I'm not given priority treatment. There are no special procedures to deal with missed appointments. I have to rejoin the bottom of the waiting list. 


The Sky operative says there is no customer service department to put me through to. Instead I've been give the correspondence address of the Subscription Services Dept in West Lothian. ie Scotland
I'm told that they do not have an email address and are are only contactable by snail mail.


Is this typical of the type of service I should expect from Sky? 

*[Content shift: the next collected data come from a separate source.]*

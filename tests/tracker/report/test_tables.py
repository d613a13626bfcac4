"""CSV and JSON as other programs read them."""

import csv
import dataclasses
import io
import json
import math
from fractions import Fraction
from pathlib import Path

import numpy as np
import pandas as pd
import pytest

from tracker.analysis.quantity import BudgetLine, quantity
from tracker.report.demo import Demo, demo
from tracker.report.plain import as_json, plain
from tracker.report.stored import read_result
from tracker.report.tables import document, frames_csv, result_json, safe_text, summary_csv, summary_row
from tracker.result import FRAME_COLUMNS, Result


@pytest.fixture(scope="module")
def made() -> Demo:
    return demo("payout", frames=60, size=(180, 320))


def strict(text: str) -> dict[str, object]:
    """Parse as JSON that knows no NaN (RFC 8259)."""

    def refuse(word: str) -> None:
        raise AssertionError(f"{word} is not JSON")

    parsed = json.loads(text, parse_constant=refuse)
    assert isinstance(parsed, dict)
    return parsed


def test_frames_csv_comes_back_the_same_through_pandas(made: Demo) -> None:
    back = pd.read_csv(io.StringIO(frames_csv(made.result)))
    assert tuple(back.columns) == FRAME_COLUMNS
    for name in FRAME_COLUMNS[:-1]:
        np.testing.assert_array_equal(back[name].to_numpy(float), made.result.frames[name].to_numpy(float), err_msg=name)
    assert back["flags"].fillna("").tolist() == made.result.frames["flags"].tolist()


def test_frames_csv_keeps_to_rfc_4180(made: Demo) -> None:
    text = frames_csv(made.result)
    assert text.count("\r\n") == len(made.result.frames) + 1 and text.endswith("\r\n")
    assert "\n" not in text.replace("\r\n", "") and "\r" not in text.replace("\r\n", "")
    assert {len(row) for row in csv.reader(io.StringIO(text, newline=""))} == {len(FRAME_COLUMNS)}
    assert "nan" not in text.lower()


def test_a_column_that_nobody_filled_is_empty_and_flags_may_be_a_list(made: Demo) -> None:
    table = made.result.frames.drop(columns=["end_x_m"]).assign(flags=[["blurred", "clipped"]] * len(made.result.frames))
    rows = list(csv.DictReader(io.StringIO(frames_csv(dataclasses.replace(made.result, frames=table)))))
    assert {row["end_x_m"] for row in rows} == {""}
    assert rows[0]["flags"] == "blurred clipped"


def named(made: Demo, **test: str) -> Result:
    return dataclasses.replace(made.result, sheet={**made.result.sheet, "test": {"kind": "payout", **test}})


# The characters are those of OWASP's page on CSV injection and of ASVS 1.2.10 (read).
@pytest.mark.parametrize("attack", ["=1+1", "+SUM(A1)", "-2+3", "@cmd", "\tx", "\rx", "\nx", "\0x", "＝1", "-inf", "-1_0", "+1,2"])
def test_formulas_are_defused_and_the_row_stays_whole(made: Demo, attack: str) -> None:
    assert safe_text(attack) == "'" + attack
    rows = list(csv.reader(io.StringIO(summary_csv(named(made, batch=attack)), newline="")))
    assert len(rows) == 2 and len(rows[0]) == len(rows[1])
    assert rows[1][0].startswith("'")


@pytest.mark.parametrize("harmless", ["B-0412", "07", "-1.2", "+3", "-4e-3", "", "a=b", 'say "hi", twice\r\nthen go', "Prüfling 7"])
def test_other_text_and_plain_numbers_are_left_alone(made: Demo, harmless: str) -> None:
    assert safe_text(harmless) == harmless
    assert next(csv.DictReader(io.StringIO(summary_csv(named(made, specimen=harmless)), newline="")))["specimen"] == harmless


def test_numbers_in_the_summary_stay_numbers_at_full_precision(made: Demo) -> None:
    arc = dataclasses.replace(made.result.quantities["arc_height_m"], value=-1 / 3)
    result = dataclasses.replace(made.result, quantities={**made.result.quantities, "arc_height_m": arc})
    back = pd.read_csv(io.StringIO(summary_csv(result)))
    assert float(back["arc_height_m"].iloc[0]) == -1 / 3
    assert float(back["U95_arc_height_m"].iloc[0]) == arc.U


def test_rows_of_one_kind_stack_whatever_was_measured(made: Demo) -> None:
    full = summary_row(made.result)
    bare = summary_row(dataclasses.replace(made.result, quantities={}))
    assert list(full) == list(bare)
    assert len({name.lower() for name in full}) == len(full)  # spreadsheets do not tell u_ from U_
    assert bare["arc_height_m"] is None


def test_result_json_is_strict_and_holds_the_contract(made: Demo, tmp_path: Path) -> None:
    content = strict(result_json(made.result, tmp_path / "out"))
    arc = content["results"]["arc_height_m"]  # type: ignore[index]
    assert {"value", "unit", "u", "U", "k", "dof", "interval", "u_run", "window_s", "definition", "budget"} <= set(arc)
    assert {"source", "id", "u", "c", "kind", "dof", "shared"} <= set(arc["budget"][0])
    assert arc["drift_mps"] == 0.004
    assert {"code", "says", "damage", "remedy"} == set(content["warnings"][0])  # type: ignore[index]
    assert content["inputs"]["clip"]["sha256"] == made.result.clip_sha256  # type: ignore[index]


def test_extras_never_overwrite_the_contract(made: Demo, tmp_path: Path) -> None:
    arc = dataclasses.replace(made.result.quantities["arc_height_m"], extra={"value": "wrong", "at_z_m": np.float64(-1.0)})
    content = document(dataclasses.replace(made.result, quantities={"arc_height_m": arc}), tmp_path)
    assert content["results"]["arc_height_m"]["value"] == arc.value
    assert content["results"]["arc_height_m"]["at_z_m"] == -1.0


def test_what_is_not_finite_becomes_null_and_infinite_dof_comes_back(made: Demo, tmp_path: Path) -> None:
    odd = quantity(math.nan, "m", [BudgetLine("x", math.inf, 1.0)], "")
    result = dataclasses.replace(made.result, quantities={"arc_height_m": odd, **dict(list(made.result.quantities.items())[1:])})
    (tmp_path / "result.json").write_text(result_json(result, tmp_path), encoding="utf-8")
    strict((tmp_path / "result.json").read_text(encoding="utf-8"))
    back = read_result(tmp_path)
    assert math.isnan(back.quantities["arc_height_m"].value)
    assert back.quantities["length_paid_out_m"].dof == math.inf


def test_a_stored_result_comes_back_equal(made: Demo, tmp_path: Path) -> None:
    (tmp_path / "result.json").write_text(result_json(made.result, tmp_path), encoding="utf-8")
    back = read_result(tmp_path)
    assert back.quantities == made.result.quantities
    assert back.predictions == made.result.predictions
    assert back.warnings == made.result.warnings
    assert (back.kind, back.batch, back.specimen) == ("payout", "B-0412", "07")
    assert back.clip_path.resolve() == made.result.clip_path.absolute()


def test_plain_takes_what_the_rooms_hand_over() -> None:
    assert plain({"a": np.arange(2), 3: (np.float32(0.5), np.bool_(True)), "f": Fraction(1, 240), "p": Path("a/b")}) == {
        "a": [0, 1], "3": [0.5, True], "f": "1/240", "p": "a/b",
    }  # fmt: skip
    with pytest.raises(TypeError, match="object"):
        plain(object())
    assert as_json({"u": math.inf}) == '{\n  "u": null\n}\n'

Is there anyone I can ring in Sky to sort this out?
Does anyone have any suggestions as how I might speed up the installation process? 


Thanks 


Ste


----------



## whackin (12 Dec 2005)

Sky+ technicians are overburdened at the moment becasue a recent dsoftware update which arrives via phone line, left some weird bug that they can't yet fix, and consequently many of the boxes are getting calls.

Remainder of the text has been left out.